**INPUT DATA:**
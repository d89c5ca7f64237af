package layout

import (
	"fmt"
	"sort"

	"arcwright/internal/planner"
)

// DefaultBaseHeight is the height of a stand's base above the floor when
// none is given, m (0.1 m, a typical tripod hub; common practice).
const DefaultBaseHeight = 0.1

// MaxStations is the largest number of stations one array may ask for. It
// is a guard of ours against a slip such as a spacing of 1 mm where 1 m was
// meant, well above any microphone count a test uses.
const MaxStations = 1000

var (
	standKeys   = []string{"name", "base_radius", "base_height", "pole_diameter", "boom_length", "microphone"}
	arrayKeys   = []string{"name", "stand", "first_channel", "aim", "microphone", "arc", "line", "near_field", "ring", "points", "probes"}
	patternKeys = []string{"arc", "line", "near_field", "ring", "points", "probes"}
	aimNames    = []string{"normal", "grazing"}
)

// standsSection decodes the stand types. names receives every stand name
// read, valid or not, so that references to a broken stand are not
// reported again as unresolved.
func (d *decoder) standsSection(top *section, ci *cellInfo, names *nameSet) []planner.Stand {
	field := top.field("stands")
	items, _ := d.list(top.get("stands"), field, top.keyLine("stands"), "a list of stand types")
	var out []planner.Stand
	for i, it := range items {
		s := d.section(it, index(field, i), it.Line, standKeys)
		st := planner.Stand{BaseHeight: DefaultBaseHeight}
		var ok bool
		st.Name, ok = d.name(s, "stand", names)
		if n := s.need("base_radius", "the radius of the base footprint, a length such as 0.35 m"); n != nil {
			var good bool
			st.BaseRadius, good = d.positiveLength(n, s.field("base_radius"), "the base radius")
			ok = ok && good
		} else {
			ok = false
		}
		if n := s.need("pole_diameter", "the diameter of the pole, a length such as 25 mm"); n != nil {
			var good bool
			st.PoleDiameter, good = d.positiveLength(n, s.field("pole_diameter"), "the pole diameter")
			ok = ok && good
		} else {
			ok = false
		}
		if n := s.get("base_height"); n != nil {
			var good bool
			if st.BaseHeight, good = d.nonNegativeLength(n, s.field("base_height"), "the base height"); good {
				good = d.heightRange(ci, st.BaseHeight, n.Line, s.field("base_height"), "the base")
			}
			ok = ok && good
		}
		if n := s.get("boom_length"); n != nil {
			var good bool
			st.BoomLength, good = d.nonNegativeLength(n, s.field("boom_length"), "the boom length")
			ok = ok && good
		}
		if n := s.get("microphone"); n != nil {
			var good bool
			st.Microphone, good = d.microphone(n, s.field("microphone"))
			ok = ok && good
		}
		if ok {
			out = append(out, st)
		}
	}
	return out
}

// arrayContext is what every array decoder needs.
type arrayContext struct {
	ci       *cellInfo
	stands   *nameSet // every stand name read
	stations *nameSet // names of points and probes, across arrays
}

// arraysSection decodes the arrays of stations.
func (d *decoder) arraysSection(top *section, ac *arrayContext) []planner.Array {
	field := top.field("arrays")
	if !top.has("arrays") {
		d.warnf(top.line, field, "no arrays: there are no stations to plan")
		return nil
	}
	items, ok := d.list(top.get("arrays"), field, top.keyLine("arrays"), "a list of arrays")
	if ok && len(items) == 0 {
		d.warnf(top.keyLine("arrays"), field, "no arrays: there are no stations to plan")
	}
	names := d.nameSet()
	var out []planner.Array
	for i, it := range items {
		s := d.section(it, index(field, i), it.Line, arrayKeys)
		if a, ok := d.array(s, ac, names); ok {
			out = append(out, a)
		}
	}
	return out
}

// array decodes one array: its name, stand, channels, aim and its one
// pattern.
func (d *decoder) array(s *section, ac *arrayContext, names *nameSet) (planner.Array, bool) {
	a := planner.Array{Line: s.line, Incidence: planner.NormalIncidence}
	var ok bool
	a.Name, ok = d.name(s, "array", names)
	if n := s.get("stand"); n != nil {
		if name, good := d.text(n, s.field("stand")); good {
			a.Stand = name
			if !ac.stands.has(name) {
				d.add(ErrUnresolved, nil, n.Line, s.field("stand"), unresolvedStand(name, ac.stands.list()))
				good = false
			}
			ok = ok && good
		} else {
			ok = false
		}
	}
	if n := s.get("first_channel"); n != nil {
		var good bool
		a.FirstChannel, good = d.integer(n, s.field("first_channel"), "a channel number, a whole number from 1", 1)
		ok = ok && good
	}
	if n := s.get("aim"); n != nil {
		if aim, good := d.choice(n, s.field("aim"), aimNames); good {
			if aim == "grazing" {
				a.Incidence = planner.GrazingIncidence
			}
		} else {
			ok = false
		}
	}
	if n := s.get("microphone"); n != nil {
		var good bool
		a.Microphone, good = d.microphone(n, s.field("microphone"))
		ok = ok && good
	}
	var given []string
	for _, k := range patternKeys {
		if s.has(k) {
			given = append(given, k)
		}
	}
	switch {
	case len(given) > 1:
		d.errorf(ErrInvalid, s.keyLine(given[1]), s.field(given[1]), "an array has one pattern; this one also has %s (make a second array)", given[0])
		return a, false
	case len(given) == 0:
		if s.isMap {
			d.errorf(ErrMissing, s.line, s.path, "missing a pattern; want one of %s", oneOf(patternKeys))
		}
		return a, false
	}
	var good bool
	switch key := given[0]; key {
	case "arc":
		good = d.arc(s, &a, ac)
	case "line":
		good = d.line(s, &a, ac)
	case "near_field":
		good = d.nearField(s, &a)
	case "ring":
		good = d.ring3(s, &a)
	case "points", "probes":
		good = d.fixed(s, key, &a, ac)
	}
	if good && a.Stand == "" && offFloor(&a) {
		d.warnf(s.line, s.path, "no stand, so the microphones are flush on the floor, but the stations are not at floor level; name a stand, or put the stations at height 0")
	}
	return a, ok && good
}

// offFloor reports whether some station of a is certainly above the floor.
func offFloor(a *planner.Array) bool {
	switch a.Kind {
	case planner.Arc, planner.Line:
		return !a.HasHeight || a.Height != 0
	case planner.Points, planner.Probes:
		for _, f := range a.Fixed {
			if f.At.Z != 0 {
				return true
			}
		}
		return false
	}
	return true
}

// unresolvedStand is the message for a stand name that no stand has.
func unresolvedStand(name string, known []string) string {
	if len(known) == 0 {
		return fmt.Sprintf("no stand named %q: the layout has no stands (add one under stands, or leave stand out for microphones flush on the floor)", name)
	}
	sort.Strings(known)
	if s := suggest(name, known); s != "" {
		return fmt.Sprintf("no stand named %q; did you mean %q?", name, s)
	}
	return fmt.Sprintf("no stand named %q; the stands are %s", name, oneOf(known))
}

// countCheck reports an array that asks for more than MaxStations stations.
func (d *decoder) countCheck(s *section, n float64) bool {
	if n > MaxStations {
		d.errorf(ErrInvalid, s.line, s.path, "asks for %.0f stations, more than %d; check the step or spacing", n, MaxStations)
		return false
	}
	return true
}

**WORK ITEM:** Copy out, from the listing above, every line that contains the word "more".

**ANSWER TO THE EXERCISE:**
// countCheck reports an array that asks for more than MaxStations stations.
		d.errorf(ErrInvalid, s.line, s.path, "asks for %.0f stations, more than %d; check the step or spacing", n, MaxStations)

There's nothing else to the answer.